Implementation: src/mg_divide.rs::isqrt_256,
src/wide_int/mod.rs::limbs_isqrt_u64.
Further reading:
- Wikipedia - Methods of computing square roots § Heron's method
- Wikipedia - Newton's method § Description (the parent recurrence)
- Wolfram MathWorld - Square Root, Newton's Method
Newton iteration for integer cube root (icbrt)¶
x_{k+1} = (2·x_k + N / x_k²) / 3. Same monotone-decreasing setup
as isqrt. Implementation: src/mg_divide.rs::icbrt_384,
src/macros/wide_roots.rs (decl_wide_roots! emits a 384/512-bit
variant per wide tier).
Further reading:
- Wikipedia - Cube root § Numerical methods
- Wolfram MathWorld - Cube Root
Correctly-rounded sqrt / cbrt¶
After the integer root q = floor(N^{1/k}), the crate decides
"round up to q+1?" by an integer comparison of N against the
midpoint, which is an integer for sqrt (the midpoint test is
N − q² > q) and a multiple of 1/8 for cbrt (the test is
8N ≥ (2q + 1)³). For integer N the midpoint is never an integer
in either case, so the rounding decision is mode-independent -
every RoundingMode agrees with the half-to-nearest choice.
Implementation: src/mg_divide.rs::sqrt_raw_correctly_rounded /
cbrt_raw_correctly_rounded; the wide-tier counterparts in
src/macros/wide_roots.rs.
Further reading:
- Wikipedia - IEEE 754 § Roundings to nearest (the "correctly rounded" contract the crate emulates at the storage scale)
Transcendentals¶
ln via multi-level sqrt argument reduction + Mercator's artanh¶
Range-reduce x = 2^k · m with m ∈ [1, 2). Then apply l square
roots to shrink m → m^(1/2^l), so the artanh-series argument
t = (m' − 1)/(m' + 1) is bounded by 0.35 · 2^-l. The series then
converges in ~p / (2 + 2l) pair-terms instead of ~p / 2, traded
against l extra wide-isqrt calls. We pick l ≈ √p_bits / 4
empirically.
Reassembly: ln(m) = 2^(l+1) · artanh(t) (the extra 2^l factor
folds into the bit-shift since ln(m^(1/2^l)) = ln(m) / 2^l). The
storage-scale identity ln(x) = k·ln 2 + ln(m) stays unchanged.
Brent, R. P. (1976). "Multiple-precision zero-finding methods and the complexity of elementary function evaluation." In Analytic Computational Complexity, Academic Press.

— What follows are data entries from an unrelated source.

@dataclass(frozen=True)
class Condition:
    """One simulated condition of the study.

    Parameters
    ----------
    key : str
        Short label printed in the table.
    description : str
        What is simulated, in a few words.
    library : {"exact", "standards"}
        The true absorptivities imported as a table, or a library built with
        ``build_library`` from five standards per component measured by the lab.
    prep_rel : float
        Relative standard deviation of each standard's preparation (independent per
        standard); the sheet states the nominal concentration.
    stock_rel : float
        Relative standard deviation of the stock each component's standards are made from:
        one draw per component per lab, shared by all its standards.
    noise_fwhm_nm : float
        0 for white noise; otherwise white noise smoothed by a Gaussian kernel of this
        full width at half maximum (nm), rescaled to the same marginal σ.
    stray : float
        Stray-light fraction s the lab states: a reading of true absorbance A shows
        −log10((10^−A + s_lab)/(1 + s_lab)) (../shared/CHECKS.md), s_lab the lab's true
        fraction.
    stray_u_rel : float
        What the lab knows of its fraction (from its own stray-light check): the relative
        standard uncertainty it states with s; each lab's true s_lab is drawn as
        s·(1 + ``stray_u_rel``·N(0, 1)), ≥ 0. Both fits state s and u(s) to ``unmix``
        (``stray_fraction``, ``u_stray_fraction``), which corrects the readings.
    peak_au : (float, float)
        Range of each sample's peak true absorbance (AU), drawn uniformly.
    declared : bool
        Whether the standards sheet states what the lab knows: ``u_concentration`` =
        ``prep_rel`` × nominal, and a ``stock`` with ``u_stock_rel`` = ``stock_rel``
        (columns of the standards sheet, docs/uncertainty.md).
    replicates : int
        0: every well is a result of its own. n > 0: each sample is read in n wells of a
        plate, one component is absent (true 0), and the results are the replicate means
        of the absent components from ``analyse_plate``.
    """

    key: str
    description: str
    library: LibraryKind = "exact"
    prep_rel: float = 0.0
    stock_rel: float = 0.0
    noise_fwhm_nm: float = 0.0
    stray: float = 0.0
    stray_u_rel: float = 0.0
    peak_au: tuple[float, float] = (0.1, 1.5)
    replicates: int = 0
    declared: bool = True

    def noise_model(self) -> ms.NoiseModel:
        """What a careful user states: σ_A constant (σ_T ∝ T: k2 = σ·ln 10) and the stray light."""
        return ms.NoiseModel(k2=SIGMA_AU * np.log(10.0), stray=self.stray,
                             name="simulated instrument")


#: The conditions of issue 14's Acceptance, plus the replicate-mean bias.
CONDITIONS: tuple[Condition, ...] = (
    Condition("1 exact", "exact library, white noise"),
    Condition("2 standards", "5 standards/component, 1.5 % preparation error",
              library="standards", prep_rel=0.015),
    Condition("3 +stock", "as 2, plus 1.5 % shared-stock error per component",
              library="standards", prep_rel=0.015, stock_rel=0.015),
    Condition("4 corr. noise", "exact library, noise correlated over 4 nm (FWHM)",
              noise_fwhm_nm=4.0),
    Condition("5 stray", "exact library, stray light 0.1 % (known to 20 %), peak A up to 3",
              stray=0.001, stray_u_rel=0.2, peak_au=(0.1, 3.0)),
    Condition("6 absent, mean", "exact library, triplicate means of absent components",
              replicates=3),
)


def condition(key: str) -> Condition:
    """The condition of ``CONDITIONS`` whose key starts with ``key`` (e.g. ``"4"``)."""
    found = [c for c in CONDITIONS if c.key.startswith(key)]
    if len(found) != 1:
        raise KeyError(f"no single condition starts with {key!r}")
    return found[0]


def correlated_noise(rng: np.random.Generator, shape: tuple[int, int], fwhm_nm: float,
                     step_nm: float = 1.0) -> np.ndarray:
    """Noise of standard deviation ``SIGMA_AU``, white or Gaussian-smoothed along the last axis.

    The kernel's weights are scaled to a unit sum of squares, so each reading keeps the
    marginal σ exactly; the white noise is drawn beyond both ends so no edge is special.
    """
    if fwhm_nm <= 0:
        return SIGMA_AU * rng.standard_normal(shape)
    sd = fwhm_nm / (2.0 * np.sqrt(2.0 * np.log(2.0))) / step_nm
    half = int(np.ceil(5.0 * sd))
    kernel = np.exp(-0.5 * (np.arange(-half, half + 1) / sd) ** 2)
    kernel /= np.sqrt(np.sum(kernel**2))
    white = rng.standard_normal((shape[0], shape[1] + 2 * half))
    return SIGMA_AU * correlate1d(white, kernel, axis=-1)[:, half:-half]


def measure(true_au: np.ndarray, cond: Condition, rng: np.random.Generator,
            stray: float | None = None) -> np.ndarray:
    """Readings (AU) of true absorbances (spectra × wavelengths): stray light, then noise.

    ``stray``: the lab's true fraction (default the condition's stated one)."""
    shown = true_au
    stray = cond.stray if stray is None else stray
    if stray > 0:
        shown = -np.log10((10.0 ** -true_au + stray) / (1.0 + stray))
    return shown + correlated_noise(rng, true_au.shape, cond.noise_fwhm_nm)


def exact_table() -> xr.DataArray:
    """The true absorptivities as a table (component × wavelength, ``ABSORPTIVITY_UNIT``)."""
    return xr.DataArray(absorptivity(), dims=("component", "wavelength"),
                        coords={"component": list(BANDS), "wavelength": WAVELENGTHS_NM})


def lab_library(cond: Condition, rng: np.random.Generator) -> xr.Dataset:
    """The library one lab works with: the exact table, or built from its own standards."""
    if cond.library == "exact":
        return ms.import_absorptivities(exact_table(), ABSORPTIVITY_UNIT,
                                        source="synthetic coverage study (exact)")
    standards, sheet = lab_standards(cond, rng)
    return ms.build_library(standards, sheet, source="synthetic coverage study (standards)")


def lab_standards(cond: Condition, rng: np.random.Generator,
                  read: Callable[[np.ndarray, np.random.Generator], np.ndarray] | None = None
                  ) -> tuple[xr.DataArray, pd.DataFrame]:
    """One lab's standards: five per component at ``STANDARD_LEVELS_AU``, made up with the
    condition's preparation and stock errors, read with its noise; and the standards sheet
    (nominal concentrations, and what the lab declares, see ``Condition.declared``).

    ``read(true_au, rng)``: how the lab's instrument reads true absorbances (default
    :func:`measure` with the condition's noise); benchmarks/flag_sim.py passes its own."""
    eps = absorptivity()
    names = list(BANDS)
    rows, true_au = [], []
    for k, comp in enumerate(names):
        stock = 1.0 + cond.stock_rel * rng.standard_normal()
        for i, level in enumerate(STANDARD_LEVELS_AU):
            nominal = round(1000.0 * level / eps[k].max(), 2)
            actual = nominal * stock * (1.0 + cond.prep_rel * rng.standard_normal())
            true_au.append(eps[k] * actual / 1000.0)
            row = {"sample": f"{comp}_std{i + 1}", "component": comp,
                   "concentration": nominal, "unit": CONCENTRATION_UNIT}
            if cond.declared and cond.prep_rel > 0:
                row["u_concentration"] = cond.prep_rel * nominal
            if cond.declared and cond.stock_rel > 0:
                row.update(stock=f"stock of {comp}", u_stock_rel=cond.stock_rel)
            rows.append(row)
    sheet = pd.DataFrame(rows)
    readings = (measure(np.array(true_au), cond, rng) if read is None
                else read(np.array(true_au), rng))
    standards = ms.make_spectra(readings, WAVELENGTHS_NM,
                                sheet["sample"].tolist(), pathlength_cm=1.0)
    return standards, sheet


def draw_samples(cond: Condition, rng: np.random.Generator, n: int) -> np.ndarray:
    """True concentrations (n × components, mg/L): peak absorbance uniform in ``peak_au``.

    Each component's share is uniform in 0.2–1 before scaling; for replicate conditions
    component ``i % 3`` of sample i is absent (0).
    """
    eps = absorptivity()
    shares = rng.uniform(0.2, 1.0, (n, eps.shape[0]))
    if cond.replicates:
        shares[np.arange(n), np.arange(n) % eps.shape[0]] = 0.0
    peak = (shares @ eps).max(axis=1) / 1000.0
    target = rng.uniform(*cond.peak_au, n)
    return shares * (target / peak)[:, None]


def _fit_options(cond: Condition, fit: str) -> dict[str, object]:
    options: dict[str, object] = {"window": WINDOW_NM, "method": "nnls",
                                  "unit": CONCENTRATION_UNIT}
    if cond.stray > 0:
        options.update(stray_fraction=cond.stray, u_stray_fraction=cond.stray * cond.stray_u_rel)
    if fit == "noise stated":
        options["noise"] = cond.noise_model()
    elif fit != "defaults":
        raise ValueError(f"fit: {fit!r} is not one of {FITS}")
    return options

Implementation: src/macros/wide_transcendental.rs::ln_fixed. The
fastnum crate uses the same sqrt-halving recursion as its ln_
inner — we cross-validated against it.
ln via plain artanh series (legacy reference)¶
Range-reduce x = 2^k · m with m ∈ [1, 2), then compute
ln(m) = 2·artanh((m − 1) / (m + 1)). The argument t = (m − 1) /
(m + 1) lies in [0, 1/3], so the Mercator series
artanh(t) = t + t³/3 + t⁵/5 + … converges as roughly 3^(-n) -
about 22 terms per decimal digit.
Mercator's logarithm series:
Mercator, N. (1668). Logarithmotechnia. (Cited via Borwein & Borwein, "Pi and the AGM", 1987, Wiley.)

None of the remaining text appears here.